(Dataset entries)

++++

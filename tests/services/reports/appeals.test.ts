import { describe, expect, it } from 'vitest';
import { Appeal } from '@/models/appeal';
import { QueueItem } from '@/models/queue-item';
import { ScoreReport } from '@/models/score-report';
import { type User } from '@/models/user';
import { type ScoreReportContent } from '@/lib/presenters/score-report';
import { answerAppeal } from '@/lib/services/answer-appeal';
import { openAppeal } from '@/lib/services/open-appeal';
import { releaseScores } from '@/lib/services/release-scores';
import { takeQueueItem } from '@/lib/services/take-queue-item';
import { buildAnswer, buildAnswerCheck, buildCreditEntry } from '../../factories/answers';
import { actingAs } from '../../factories/context';
import { answerAt, buildMarkedSet, studentAt, type MarkedSet } from '../../factories/marked-set';
import { buildQueueItem, buildRuling } from '../../factories/marking';
import { buildCourse, buildMember } from '../../factories/people';
import { refusalOf } from '../../factories/refusal';

const now = new Date();
const day = 86_400_000;

const appeal = (by: User, answerId: string, at = now) =>
  actingAs(by, (context) => openAppeal(context, { answerId, reason: 'It is the same operator.' }), at);

async function released(options: Parameters<typeof buildMarkedSet>[0] = {}): Promise<MarkedSet> {
  const marked = await buildMarkedSet({ students: 2, ...options });
  await release(marked);
  return marked;
}

function release(marked: MarkedSet) {
  return actingAs(
    marked.instructor.user,
    (context) => releaseScores(context, { problemSetId: marked.problemSet.id, reportWaitingParts: true }),
    now,
  );
}

/** An appeal of part a, which a TA has marked with 1.5 of 3 marks. */
async function appealed(options: Parameters<typeof buildMarkedSet>[0] = {}) {
  const marked = await buildMarkedSet({ students: 1, ...options });
  const first = marked.tas[0]?.user ?? marked.instructor.user;
  const answer = answerAt(marked);
  const ruling = await buildRuling(await buildQueueItem(answer), first);
  await buildCreditEntry(answer, { credit: 1500, source: 'ruling', rulingId: ruling.id });
  await release(marked);
  await appeal(studentAt(marked), answer.id);
  const queued = await QueueItem.findOne({ where: { answerId: answer.id, kind: 'appeal' }, rejectOnEmpty: true });
  return { ...marked, first, answer, queued };
}

const take = (by: User, item: QueueItem) =>
  actingAs(by, (context) => takeQueueItem(context, { queueItemId: item.id }), now);

const reply = (by: User, item: QueueItem, credit: number) =>
  actingAs(
    by,
    (context) =>
      answerAppeal(context, {
        queueItemId: item.id,
        credit,
        reply: 'You are right about the sign.',
        millisecondsSpent: null,
      }),
    now,
  );

async function lastReport(marked: MarkedSet) {
  const report = await ScoreReport.findOne({
    where: { problemSetId: marked.problemSet.id, userId: studentAt(marked).id },
    order: [['revision', 'DESC']],
    rejectOnEmpty: true,
  });
  return { revision: report.revision, reason: report.reason, content: report.content as ScoreReportContent };
}

describe('making an appeal', () => {
  it('is refused before release', async () => {
    const marked = await buildMarkedSet();
    const refused = await refusalOf(appeal(studentAt(marked), answerAt(marked).id), 'wrong-state');
    expect(refused.message).toContain('not out yet');
  });

  it('makes an item of the queue, once per part', async () => {
    const marked = await released();
    const answer = answerAt(marked);
    await appeal(studentAt(marked), answer.id);
    const items = await QueueItem.findAll({ where: { answerId: answer.id } });
    expect(items.map(({ kind, state, reasons }) => [kind, state, reasons])).toEqual([
      ['appeal', 'waiting', ['appeal']],
    ]);
    await refusalOf(appeal(studentAt(marked), answer.id), 'conflict');
    expect(await Appeal.count({ where: { answerId: answer.id } })).toBe(1);
  });

  it('is one of two when two are sent at the same instant', async () => {
    const marked = await released();
    const answer = answerAt(marked);
    const sent = await Promise.allSettled([appeal(studentAt(marked), answer.id), appeal(studentAt(marked), answer.id)]);
    expect(sent.map(({ status }) => status).sort()).toEqual(['fulfilled', 'rejected']);
  });

  it('is taken until the appeal date, not after', async () => {
    const appealsUntil = new Date(now.getTime() + 10 * day);
    const marked = await released({ problemSet: { appealsUntil } });
    await refusalOf(appeal(studentAt(marked), answerAt(marked).id, appealsUntil), 'wrong-state');
    await appeal(studentAt(marked), answerAt(marked).id, new Date(appealsUntil.getTime() - 1));
  });

  it('is of one’s own answer only', async () => {
    const marked = await released();
    await refusalOf(appeal(studentAt(marked, 1), answerAt(marked, 0).id), 'not-found');
    await refusalOf(appeal(marked.instructor.user, answerAt(marked, 0).id), 'not-found');
    const stranger = await buildMember(await buildCourse(), 'student');
    await refusalOf(appeal(stranger.user, answerAt(marked, 0).id), 'not-found');
  });

  it('is refused in words for a part that is still being marked, by the checker or by a person', async () => {
    const marked = await buildMarkedSet({ students: 1 });
    const [draw] = marked.draws;
    if (!draw) throw new RangeError('There is a draw.');
    const unchecked = await buildAnswer(draw, { partKey: 'b', text: '{omega}' });
    const again = await buildAnswer(draw, { partKey: 'c', text: '0' });
    await buildAnswerCheck(again);
    await buildCreditEntry(again);
    // It has a credit, and waits again: a ruling on it was taken back.
    await buildQueueItem(again);
    await release(marked);
    for (const { id } of [unchecked, again]) {
      const refused = await refusalOf(appeal(studentAt(marked), id), 'wrong-state');
      expect(refused.message).toContain('still being marked');
    }
  });
});

describe('answering an appeal', () => {
  it('is for another than the first marker, and sends the report again with what changed', async () => {
    const marked = await appealed();
    const refused = await refusalOf(take(marked.first, marked.queued), 'forbidden');
    expect(refused.message).toContain('You marked this part first');
    const other = marked.tas[1]?.user ?? marked.headTa.user;
    await take(other, marked.queued);
    expect(await reply(other, marked.queued, 3000)).toEqual({ outcome: 'upheld' });
    const { revision, reason, content } = await lastReport(marked);
    expect([revision, reason]).toEqual([2, 'Your appeal has been answered.']);
    expect(content.changes).toEqual([{ position: 1, key: 'a', before: 1500, after: 3000 }]);
    expect(content.items[0]?.parts[0]).toMatchObject({
      credit: 3000,
      comment: 'You are right about the sign.',
      markedBy: 'person',
      appeal: { outcome: 'upheld', sameGrader: false },
    });
    expect(await Appeal.findOne({ where: { answerId: marked.answer.id } })).toMatchObject({
      state: 'answered',
      outcome: 'upheld',
      answeredBy: other.id,
      sameGraderNoted: false,
    });
    await refusalOf(appeal(studentAt(marked), marked.answer.id), 'conflict');
  });

  it('sends the report also when the credit is kept, which it says', async () => {
    const marked = await appealed();
    await take(marked.headTa.user, marked.queued);
    expect(await reply(marked.headTa.user, marked.queued, 1500)).toEqual({ outcome: 'kept' });
    const { revision, content } = await lastReport(marked);
    expect(revision).toBe(2);
    expect(content.changes).toEqual([]);
    expect(content.items[0]?.parts[0]?.appeal).toEqual({ outcome: 'kept', sameGrader: false });
  });

  it('lowers a credit only where the set’s policy says so', async () => {
    const kind = await appealed();
    await take(kind.headTa.user, kind.queued);
    const refused = await refusalOf(reply(kind.headTa.user, kind.queued, 1000), 'invalid');
    expect(Object.keys(refused.fields)).toEqual(['credit']);
    const strict = await appealed({ problemSet: { policy: { appealMayLower: true } } });
    await take(strict.headTa.user, strict.queued);
    expect(await reply(strict.headTa.user, strict.queued, 1000)).toEqual({ outcome: 'lowered' });
  });

  it('is the first marker’s where the course has no other grader, and the report says so', async () => {
    const marked = await appealed({ tas: 0 });
    await marked.headTa.membership.update({ leftAt: now });
    await take(marked.instructor.user, marked.queued);
    await reply(marked.instructor.user, marked.queued, 3000);
    const { content } = await lastReport(marked);
    expect(content.items[0]?.parts[0]?.appeal).toEqual({ outcome: 'upheld', sameGrader: true });
    expect((await Appeal.findOne({ where: { answerId: marked.answer.id } }))?.sameGraderNoted).toBe(true);
  });

  it('needs a hold of the item', async () => {
    const marked = await appealed();
    await refusalOf(reply(marked.headTa.user, marked.queued, 3000), 'lease-lost');
  });
});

++++

> **WORK REQUEST**
Pull every line with the word "marker" from the data.

> **RESULT FOR THIS EXERCISE**
  it('is for another than the first marker, and sends the report again with what changed', async () => {
  it('is the first marker’s where the course has no other grader, and the report says so', async () => {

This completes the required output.